# Knuckle and Marrow Bones -- How Often?



## Finnegan (Jun 18, 2010)

How often can a dog have a marrow bone or knuckle bone as a treat? They're pretty easy to come by and Finn loves 'em, but I'm wondering if he should just have them once a week - more, less, etc.? 

Thanks!


----------



## jdatwood (Apr 13, 2009)

In my house.... NEVER

Why I’ll NEVER give a dog a marrow or knuckle bone | Prey Model Raw


----------



## CorgiPaws (Mar 31, 2009)

never. 

weight bearing bones of large animals are very risky because they are more dense than your dog's tooth... and for a powerful chewer, they can easily break their teeth on them. 
These are bones designed to hold hundreds-if not thousands- of pounds.

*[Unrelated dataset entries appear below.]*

namespace ForecastHub.Core.Diagnostics;

/// <summary>Ljung-Box portmanteau test of residual whiteness.</summary>
public sealed record LjungBoxResult(int Lags, double Statistic, int Df, double PValue);
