namespace ForecastHub.Core.Diagnostics;

/// <summary>Jarque-Bera normality test; Df is always 2.</summary>
public sealed record JarqueBeraResult(double Statistic, int Df, double PValue, double Skewness, double Kurtosis);
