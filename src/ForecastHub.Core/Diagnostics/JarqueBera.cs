using ForecastHub.Core.Series;
using MathNet.Numerics;

namespace ForecastHub.Core.Diagnostics;

/// <summary>
/// Jarque-Bera JB = n/6 (S^2 + (K - 3)^2 / 4) with moment skewness S and kurtosis K, chi-squared
/// with 2 df (Jarque and Bera 1980). Input rules: as <see cref="ResidualSummary"/>, and constant
/// residuals throw SeriesException(Constant).
/// </summary>
public static class JarqueBera
{
    public static JarqueBeraResult Test(IReadOnlyList<double[]> residuals) => Test(ResidualSummary.Of(residuals));

    /// <summary>From moments already computed (a fit reports them too, so the residuals are read once).</summary>
    internal static JarqueBeraResult Test(ResidualSummary moments)
    {
        if (moments.Sd == 0)
        {
            throw new SeriesException(SeriesProblem.Constant, "Constant residuals have no skewness or kurtosis.");
        }

        var excess = moments.Kurtosis - 3;
        var statistic = moments.Count / 6.0 * (moments.Skewness * moments.Skewness + excess * excess / 4);
        return new JarqueBeraResult(statistic, 2, SpecialFunctions.GammaUpperRegularized(1, statistic / 2), moments.Skewness, moments.Kurtosis);
    }

    public static JarqueBeraResult Test(double[] residuals) => Test([residuals]);
}
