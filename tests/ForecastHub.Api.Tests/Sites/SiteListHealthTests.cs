using System.Text.Json;
using ForecastHub.Api.Tests.Infrastructure;
using ForecastHub.Api.Tests.Models;

namespace ForecastHub.Api.Tests.Sites;

public sealed class SiteListHealthTests
{
    [Fact]
    public async Task ListedSitesCarryTheHealthStateOfTheirHealthEndpoint()
    {
        await using var factory = new ApiFactory();
        using var client = factory.CreateAdminClient();
        await client.CreateHourlySiteAsync("fitted");
        await client.CreateHourlySiteAsync("young");
        await client.CreateHourlySiteAsync("silent");
        await factory.IngestAsync("fitted", ModelScenario.History(factory, days: 10));
        await factory.IngestAsync("young", ModelScenario.History(factory, days: 3, seed: 2));
        await client.RefitAsync("fitted");

        var list = await client.GetJsonAsync("/api/v1/sites");

        var states = list.GetProperty("sites").EnumerateArray()
            .ToDictionary(s => s.GetProperty("id").GetString()!, s => s.GetProperty("healthState").GetString());
        Assert.Equal("ok", states["fitted"]);
        Assert.Equal("warming-up", states["young"]);
        foreach (var (id, state) in states)
        {
            Assert.Equal((await client.HealthAsync(id)).GetProperty("state").GetString(), state);
        }

        // The site's own fields are still there, at the top level.
        var first = list.GetProperty("sites")[0];
        Assert.Equal("Europe/Berlin", first.GetProperty("timeZone").GetString());
        Assert.Equal(JsonValueKind.Object, first.GetProperty("model").ValueKind);
        Assert.False(first.TryGetProperty("site", out _));
    }

    [Fact]
    public async Task ListedSiteShowsStaleOnceItsDataStopsArriving()
    {
        await using var factory = new ApiFactory();
        using var client = factory.CreateAdminClient();
        await client.CreateHourlySiteAsync("fitted");
        await factory.IngestAsync("fitted", ModelScenario.History(factory, days: 10));
        await client.RefitAsync("fitted");

        factory.Clock.Advance(TimeSpan.FromHours(7));
        var site = (await client.GetJsonAsync("/api/v1/sites")).GetProperty("sites")[0];

        Assert.Equal("stale", site.GetProperty("healthState").GetString());
    }
}
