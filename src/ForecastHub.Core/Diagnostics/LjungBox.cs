using ForecastHub.Core.Correlation;
using ForecastHub.Core.Series;
using MathNet.Numerics;

namespace ForecastHub.Core.Diagnostics;

/// <summary>
/// Ljung-Box Q = n(n+2) sum_{k=1}^{m} r_k^2 / (n-k), chi-squared with m - fitdf degrees of freedom
/// (R Box.test(type = "Ljung-Box", fitdf = p); fitdf counts the AR lags only). Segments share one
/// mean and r_k never pairs points across a gap. Input rules: null throws; no points
/// SeriesException(Empty); NaN SeriesException(NonFinite); constant residuals
/// SeriesException(Constant); lags &lt; 1, fitdf &lt; 0, lags &lt;= fitdf or lags &gt;= n ArgumentOutOfRangeException.
/// </summary>
public static class LjungBox
{
    public static LjungBoxResult Test(IReadOnlyList<double[]> residuals, int lags, int fitdf)
    {
        var summary = SegmentSummary.Of(residuals).RequireVariance();
        ArgumentOutOfRangeException.ThrowIfLessThan(lags, 1);
        ArgumentOutOfRangeException.ThrowIfNegative(fitdf);
        if (lags <= fitdf)
        {
            throw new ArgumentOutOfRangeException(nameof(lags), lags, $"lags must exceed fitdf ({fitdf}) so the test has degrees of freedom.");
        }

        var n = summary.Count;
        if (lags >= n)
        {
            throw new ArgumentOutOfRangeException(nameof(lags), lags, $"lags must be below the number of residuals ({n}).");
        }

        var c = Autocorrelation.Autocovariance(summary, lags);
        var sum = 0.0;
        for (var k = 1; k <= lags; k++)
        {
            var r = c[k] / c[0];
            sum += r * r / (n - k);
        }

        var statistic = n * (n + 2.0) * sum;
        var df = lags - fitdf;
        return new LjungBoxResult(lags, statistic, df, SpecialFunctions.GammaUpperRegularized(df / 2.0, statistic / 2));
    }

    public static LjungBoxResult Test(double[] residuals, int lags, int fitdf) => Test([residuals], lags, fitdf);
}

A more appropirate choice would be raw rib bones. They are still pretty strong (I recommend beef or venison ribs) and can withstand a power chewer, but without that risk factor.


----------



## magicre (Apr 7, 2010)

my house is a no no too...for the same reasons as above....


----------



## DaneMama (Jun 27, 2008)

Never....get beef ribs for rec chewing.


----------



## Ania's Mommy (Feb 8, 2009)

For us it's a no-no too. But if you already have a bunch of marrow bones, you could always push the marrow out and feed it once in a while.


----------



## bumblegoat (May 12, 2010)

I used to give them to my dog, a choice I regret now. My dog has fractured the same tooth as the dog Shiloh posted about above. However, my dog has fractured that tooth on both sides of his mouth. All thanks to those stupid marrow bones that I was recommended to give to my dog. This was long before I even knew about raw diets.

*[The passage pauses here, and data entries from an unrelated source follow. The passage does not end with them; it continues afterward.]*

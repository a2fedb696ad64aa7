using System.Net;
using System.Net.Http.Json;
using System.Text.Json;
using ForecastHub.Api.Sites;
using ForecastHub.Api.Tests.Infrastructure;
using ForecastHub.Storage;
using ForecastHub.Storage.Sites;
using Microsoft.Extensions.DependencyInjection;

namespace ForecastHub.Api.Tests.Sites;

/// <summary>Site records kept in memory: every change and deletion is seen by the next read.</summary>
public sealed class SiteCacheTests
{
    private static Uri Site(string id) => new($"/api/v1/sites/{id}", UriKind.Relative);

    [Fact]
    public async Task ChangedSiteIsReadWithItsNewSettingsAfterItWasCached()
    {
        await using var factory = new ApiFactory();
        using var client = factory.CreateAdminClient();
        await client.CreateSite(Some.Site("orchard-1"));
        (await client.GetAsync(Site("orchard-1"))).Dispose();

        using var patch = await client.PatchAsJsonAsync(Site("orchard-1"), new { timeZone = "Asia/Tokyo", name = "Renamed" });
        Assert.Equal(HttpStatusCode.OK, patch.StatusCode);
        var site = await client.GetFromJsonAsync<JsonElement>(Site("orchard-1"));

        Assert.Equal("Asia/Tokyo", site.GetProperty("timeZone").GetString());
        Assert.Equal("Renamed", site.GetProperty("name").GetString());
    }

    [Fact]
    public async Task DeletedSiteIsNotServedFromTheCache()
    {
        await using var factory = new ApiFactory();
        using var client = factory.CreateAdminClient();
        await client.CreateSite(Some.Site("orchard-1"));
        (await client.GetAsync(Site("orchard-1"))).Dispose();
        (await client.GetAsync(new Uri("/api/v1/sites/orchard-1/forecast", UriKind.Relative))).Dispose();

        using var delete = await client.DeleteAsync(Site("orchard-1"));
        Assert.Equal(HttpStatusCode.NoContent, delete.StatusCode);

        await ProblemAssert.IsProblem(await client.GetAsync(Site("orchard-1")), HttpStatusCode.NotFound);
        await ProblemAssert.IsProblem(await client.GetAsync(new Uri("/api/v1/sites/orchard-1/forecast", UriKind.Relative)), HttpStatusCode.NotFound);
    }

    [Fact]
    public async Task SiteCreatedAgainAfterDeletionIsServedWithItsNewSettings()
    {
        await using var factory = new ApiFactory();
        using var client = factory.CreateAdminClient();
        await client.CreateSite(Some.Site("orchard-1"));
        (await client.GetAsync(Site("orchard-1"))).Dispose();
        (await client.DeleteAsync(Site("orchard-1"))).Dispose();

        using var created = await client.CreateSite(Some.Site("orchard-1", cadence: "daily"));
        Assert.Equal(HttpStatusCode.Created, created.StatusCode);
        var site = await client.GetFromJsonAsync<JsonElement>(Site("orchard-1"));

        Assert.Equal("daily", site.GetProperty("cadence").GetString());
    }

    [Fact]
    public async Task RepeatedReadsAreServedFromMemory()
    {
        await using var factory = new ApiFactory();
        var (real, _) = await RealStoreAsync(factory);
        var counting = new ObservedSiteStore(real);
        var cache = new CachedSiteStore(counting);

        var first = await cache.GetAsync("orchard-1");
        var second = await cache.GetAsync("orchard-1");

        Assert.NotNull(first);
        Assert.Same(first, second);
        Assert.Equal(1, counting.Reads);
    }

    [Fact]
    public async Task ReadThatStartedBeforeAChangeDoesNotLeaveTheOldRecordCached()
    {
        await using var factory = new ApiFactory();
        var (real, _) = await RealStoreAsync(factory);
        var paused = new ObservedSiteStore(real) { PauseAfterRead = new TaskCompletionSource(TaskCreationOptions.RunContinuationsAsynchronously) };
        var cache = new CachedSiteStore(paused);

        // The read gets the old record from the database, then waits while the change is written.
        var slowRead = cache.GetAsync("orchard-1");
        await paused.ReadDone.Task.WaitAsync(TimeSpan.FromSeconds(30));
        await cache.UpdateAsync("orchard-1", s => s with { TimeZone = "Asia/Tokyo" });
        paused.PauseAfterRead.SetResult();
        var old = await slowRead;

        Assert.Equal("Europe/Berlin", old!.TimeZone);
        Assert.Equal("Asia/Tokyo", (await cache.GetAsync("orchard-1"))!.TimeZone);
    }

    // The real SQLite store of a started host, with one site in it.
    private static async Task<(ISiteStore Store, SqliteDatabase Database)> RealStoreAsync(ApiFactory factory)
    {
        using var client = factory.CreateAdminClient();
        using var created = await client.CreateSite(Some.Site("orchard-1"));
        Assert.Equal(HttpStatusCode.Created, created.StatusCode);
        var database = factory.Services.GetRequiredService<SqliteDatabase>();
        return (new SqliteSiteStore(database, factory.Clock), database);
    }

    /// <summary>The real store, counting reads and optionally holding a read's answer until released.</summary>
    private sealed class ObservedSiteStore(ISiteStore inner) : ISiteStore
    {
        public int Reads { get; private set; }

        public TaskCompletionSource? PauseAfterRead { get; init; }

        public TaskCompletionSource ReadDone { get; } = new(TaskCreationOptions.RunContinuationsAsynchronously);

        public async Task<SiteRecord?> GetAsync(string id, CancellationToken cancellationToken = default)
        {
            Reads++;
            var site = await inner.GetAsync(id, cancellationToken);
            ReadDone.TrySetResult();
            if (PauseAfterRead is not null)
            {
                await PauseAfterRead.Task;
            }

            return site;
        }

        public Task<bool> CreateAsync(SiteRecord site, CancellationToken cancellationToken = default) => inner.CreateAsync(site, cancellationToken);

        public Task<IReadOnlyList<SiteRecord>> ListAsync(string? afterId, int limit, CancellationToken cancellationToken = default) =>
            inner.ListAsync(afterId, limit, cancellationToken);

        public Task<SiteRecord?> UpdateAsync(string id, Func<SiteRecord, SiteRecord?> change, CancellationToken cancellationToken = default) =>
            inner.UpdateAsync(id, change, cancellationToken);

        public Task<bool> DeleteAsync(string id, CancellationToken cancellationToken = default) => inner.DeleteAsync(id, cancellationToken);
    }
}
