/**
 * The included, unflagged pairs as a heat map of pairs per cell (equal cells over
 * the shared domain, a log colour scale so sparse cells stay visible); every other
 * layer (outliers, excluded, cursor ring) draws on top.
 */
function densityLayer(points: readonly ParityPoint[], axes: Axes) {
  const step = (axes.domainX[1] - axes.domainX[0]) / DENSITY_BINS || 1;
  const stepY = (axes.domainY[1] - axes.domainY[0]) / DENSITY_BINS || 1;
  const dense = points.filter((p) => !p.excluded && !p.outlier).map((p) => ({ [axes.x]: (p as unknown as Record<string, number>)[axes.x], [axes.y]: (p as unknown as Record<string, number>)[axes.y] }));
  const binX = { step, extent: axes.domainX, nice: false };
  const binY = { step: stepY, extent: axes.domainY, nice: false };
  return {
    data: { values: dense },
    mark: { type: 'rect' as const, clip: true },
    encoding: {
      x: { field: axes.x, type: 'quantitative' as const, bin: binX, title: axes.titles.x, scale: { domain: axes.domainX, zero: false, nice: false } },
      y: { field: axes.y, type: 'quantitative' as const, bin: binY, title: axes.titles.y, scale: { domain: axes.domainY, zero: false, nice: false } },
      // fill, not color: its own scale and legend, apart from the methods' colours
      fill: { aggregate: 'count' as const, type: 'quantitative' as const, title: 'Pairs per cell', scale: { type: 'log' as const, range: ['#dbe9ee', '#0d3b4a'] }, legend: { orient: 'right' as const, direction: 'vertical' as const } },
      tooltip: [
        { field: axes.x, bin: binX, type: 'quantitative' as const, title: axes.titles.x, format: '.1f' },
        { field: axes.y, bin: binY, type: 'quantitative' as const, title: axes.titles.y, format: '.1f' },
        { aggregate: 'count' as const, type: 'quantitative' as const, title: 'Pairs' },
      ],
    },
  };
}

If you already have marrow bones, then I suggest you just make soup with them instead.


----------



## Newfdad (Sep 6, 2010)

Just to add one more reason not to feed marrow bones. A friend and fellow newf owner had their dog put it's tongue into the inside hole of the bone where it became stuck and during the dog's struggle to loose the bone the edge of the bone cut an artery located right below the tongue. There was lots of blood. If the owner hadn't been right there and figured out was happening, the dog would have bled to death fairly quickly. Luckily they live close to their vet's office. This might be a one-in-a-million occurance, but certainly something to consider.


----------



## RawFedDogs (Jun 16, 2008)

It's never at my house also.


----------



## luvMyBRT (Mar 8, 2010)

Ditto to the above. Not in my house. Beef ribs are the way to go. :smile:


----------



## whiteleo (Sep 7, 2008)

Beef ribs, lamb legs, and now venison legs!


----------



## ubershann (Jul 29, 2010)

I think I'm the only one here who does give my dog knuckle and marrow bones. She's not an aggressive chewer so we haven't had any problems. I know the argument for not giving them (possibility of breaking a tooth) but I also know plenty of people on the other side of the argument who feel marrow bones are fine for dogs. 

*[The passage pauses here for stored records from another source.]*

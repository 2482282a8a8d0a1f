import { benchmarkSourcesRoute } from '@/lib/citations/export-routes';

/** BibTeX of every source behind the pairs of a revision (…/sources?format=bibtex, kept for existing links). */
export const GET = benchmarkSourcesRoute('bibtex');
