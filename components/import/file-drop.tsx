'use client';
import { useState } from 'react';
import { count } from '@/lib/format';
import { MAX_CELL_CHARS } from '@/lib/import/errors';

/** A drop zone that is also a file input (keyboard and screen-reader friendly). */
export function FileDrop({ onFile, disabled }: { onFile: (file: File) => void; disabled?: boolean }) {
  const [over, setOver] = useState(false);
  return (
    <label
      onDragOver={(e) => {
        e.preventDefault();
        setOver(true);
      }}
      onDragLeave={() => setOver(false)}
      onDrop={(e) => {
        e.preventDefault();
        setOver(false);
        const file = e.dataTransfer.files[0];
        if (file && !disabled) onFile(file);
      }}
      className={`flex cursor-pointer flex-col items-center justify-center gap-1 rounded-lg border-2 border-dashed px-6 py-8 text-center text-sm focus-within:ring-2 focus-within:ring-accent ${
        over ? 'border-accent bg-accent-soft' : 'border-rule-strong bg-panel/60'
      }`}
    >
      <span className="font-medium text-ink">Drop a CSV file here, or choose one</span>
      <span className="text-xs text-ink-muted">UTF-8 · comma, semicolon or tab · cells up to {count(MAX_CELL_CHARS)} characters · parsed in your browser first</span>
      <input
        type="file"
        accept=".csv,.tsv,.txt,text/csv,text/tab-separated-values"
        className="sr-only"
        aria-label="CSV file to import"
        disabled={disabled}
        onChange={(e) => {
          const file = e.target.files?.[0];
          if (file) onFile(file);
          e.target.value = '';
        }}
      />
    </label>
  );
}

So I choose to go with what works for us. 

I didn't feed them on a regular schedule. Sometimes she got a few a week, sometimes only one. The thing I would be careful of is not overfeeding the marrow because it could cause the stools to become loose. In some bones she wouldn't get a lot of marrow out and in others she managed to clean them pretty well.


----------



## DaneMama (Jun 27, 2008)

What people have to realize is that you could go five years without a problem with marrow or knuckle bones, but one day they do. It's just that you have to keep that in mind when giving these to dogs. Is the risk worth it? In my opinion no, because there are lower risk rec bones to give that are fairly reasonably priced.


----------



## JayJayisme (Aug 2, 2009)

No marrow ("soup") bones for my dogs either but I did discover that the kneecap bone (patella) if really soft and they love them. They are hard to find but if you have smaller dogs and can get your hands on these, you'll probably get a bark, a wag, and a dance from your dog for one. They may be too small for larger dogs though.


----------



## jdatwood (Apr 13, 2009)

ubershann said:


> I think I'm the only one here who does give my dog knuckle and marrow bones. She's not an aggressive chewer so we haven't had any problems.


YET... Shiloh wasn't an "aggressive chewer" and didn't have any problems til she broke her tooth. 

Painful lesson to learn. I hope luck holds out for your dog...


----------



## malluver1005 (Nov 15, 2009)

No weight bearing bones at my house. Ever. Get beef ribs, pork ribs are great too!!


----------